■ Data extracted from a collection
== Segment start ==

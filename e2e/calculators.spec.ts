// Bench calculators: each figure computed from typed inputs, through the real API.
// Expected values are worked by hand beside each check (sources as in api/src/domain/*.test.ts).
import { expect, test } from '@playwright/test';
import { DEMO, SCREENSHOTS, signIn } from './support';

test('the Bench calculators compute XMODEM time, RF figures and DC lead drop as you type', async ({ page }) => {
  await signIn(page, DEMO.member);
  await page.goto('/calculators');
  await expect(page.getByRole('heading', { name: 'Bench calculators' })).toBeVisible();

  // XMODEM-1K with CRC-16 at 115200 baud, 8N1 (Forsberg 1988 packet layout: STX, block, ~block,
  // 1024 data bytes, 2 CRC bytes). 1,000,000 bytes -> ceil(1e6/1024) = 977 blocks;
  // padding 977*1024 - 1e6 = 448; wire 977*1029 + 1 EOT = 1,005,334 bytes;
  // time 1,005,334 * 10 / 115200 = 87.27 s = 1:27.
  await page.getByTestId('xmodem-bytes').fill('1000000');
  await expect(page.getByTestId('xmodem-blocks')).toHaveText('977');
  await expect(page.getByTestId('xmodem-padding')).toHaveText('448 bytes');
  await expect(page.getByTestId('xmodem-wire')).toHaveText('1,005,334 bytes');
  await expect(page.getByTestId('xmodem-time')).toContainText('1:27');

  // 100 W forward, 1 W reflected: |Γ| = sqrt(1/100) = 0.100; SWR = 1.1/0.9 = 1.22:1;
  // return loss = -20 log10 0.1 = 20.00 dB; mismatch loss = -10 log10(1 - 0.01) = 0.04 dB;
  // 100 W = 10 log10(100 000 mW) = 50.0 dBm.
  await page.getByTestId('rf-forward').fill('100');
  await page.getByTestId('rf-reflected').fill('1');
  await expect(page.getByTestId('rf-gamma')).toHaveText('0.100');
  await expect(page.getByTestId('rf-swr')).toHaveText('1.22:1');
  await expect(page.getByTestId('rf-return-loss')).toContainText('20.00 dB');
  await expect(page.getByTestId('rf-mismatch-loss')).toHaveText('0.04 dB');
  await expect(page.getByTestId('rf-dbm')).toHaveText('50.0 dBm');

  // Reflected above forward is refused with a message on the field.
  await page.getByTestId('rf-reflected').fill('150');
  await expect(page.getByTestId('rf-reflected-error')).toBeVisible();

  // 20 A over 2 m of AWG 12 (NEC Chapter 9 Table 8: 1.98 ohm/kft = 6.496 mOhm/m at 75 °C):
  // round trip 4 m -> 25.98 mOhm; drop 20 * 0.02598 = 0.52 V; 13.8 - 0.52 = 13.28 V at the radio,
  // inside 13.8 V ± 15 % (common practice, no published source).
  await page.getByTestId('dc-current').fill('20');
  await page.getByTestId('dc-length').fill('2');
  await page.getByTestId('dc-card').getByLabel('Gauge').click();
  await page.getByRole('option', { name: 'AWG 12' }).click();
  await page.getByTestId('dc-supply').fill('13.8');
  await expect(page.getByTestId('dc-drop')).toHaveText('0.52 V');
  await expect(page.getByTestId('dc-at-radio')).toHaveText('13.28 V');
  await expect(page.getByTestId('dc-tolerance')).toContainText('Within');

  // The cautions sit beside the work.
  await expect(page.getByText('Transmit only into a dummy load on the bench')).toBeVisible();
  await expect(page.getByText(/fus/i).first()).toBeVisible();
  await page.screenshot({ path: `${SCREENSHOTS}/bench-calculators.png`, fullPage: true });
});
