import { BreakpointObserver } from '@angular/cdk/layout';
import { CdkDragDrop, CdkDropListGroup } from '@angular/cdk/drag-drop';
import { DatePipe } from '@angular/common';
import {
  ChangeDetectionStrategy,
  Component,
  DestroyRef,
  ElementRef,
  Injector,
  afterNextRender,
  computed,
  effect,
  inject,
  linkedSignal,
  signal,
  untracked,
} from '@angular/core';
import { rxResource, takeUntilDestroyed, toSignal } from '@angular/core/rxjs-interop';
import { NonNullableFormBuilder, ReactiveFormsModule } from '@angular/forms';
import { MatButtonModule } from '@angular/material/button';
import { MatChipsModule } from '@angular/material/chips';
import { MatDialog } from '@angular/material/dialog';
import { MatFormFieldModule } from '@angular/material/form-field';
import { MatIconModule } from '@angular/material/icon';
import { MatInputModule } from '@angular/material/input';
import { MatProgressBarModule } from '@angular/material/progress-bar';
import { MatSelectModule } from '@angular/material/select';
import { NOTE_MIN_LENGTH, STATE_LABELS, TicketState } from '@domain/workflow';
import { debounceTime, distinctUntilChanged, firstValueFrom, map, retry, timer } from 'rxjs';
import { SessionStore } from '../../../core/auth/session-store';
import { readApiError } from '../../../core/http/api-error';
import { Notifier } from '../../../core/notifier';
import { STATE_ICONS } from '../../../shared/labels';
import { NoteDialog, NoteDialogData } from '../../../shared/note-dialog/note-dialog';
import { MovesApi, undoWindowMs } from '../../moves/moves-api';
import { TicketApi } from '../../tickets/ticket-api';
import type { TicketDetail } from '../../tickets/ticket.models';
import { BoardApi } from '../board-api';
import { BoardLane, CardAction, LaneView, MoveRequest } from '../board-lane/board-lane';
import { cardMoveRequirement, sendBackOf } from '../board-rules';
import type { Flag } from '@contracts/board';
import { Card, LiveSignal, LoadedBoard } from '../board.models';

== Segment end ==

Count how many lines of the records hold the string "board"; the answer is that number alone.

5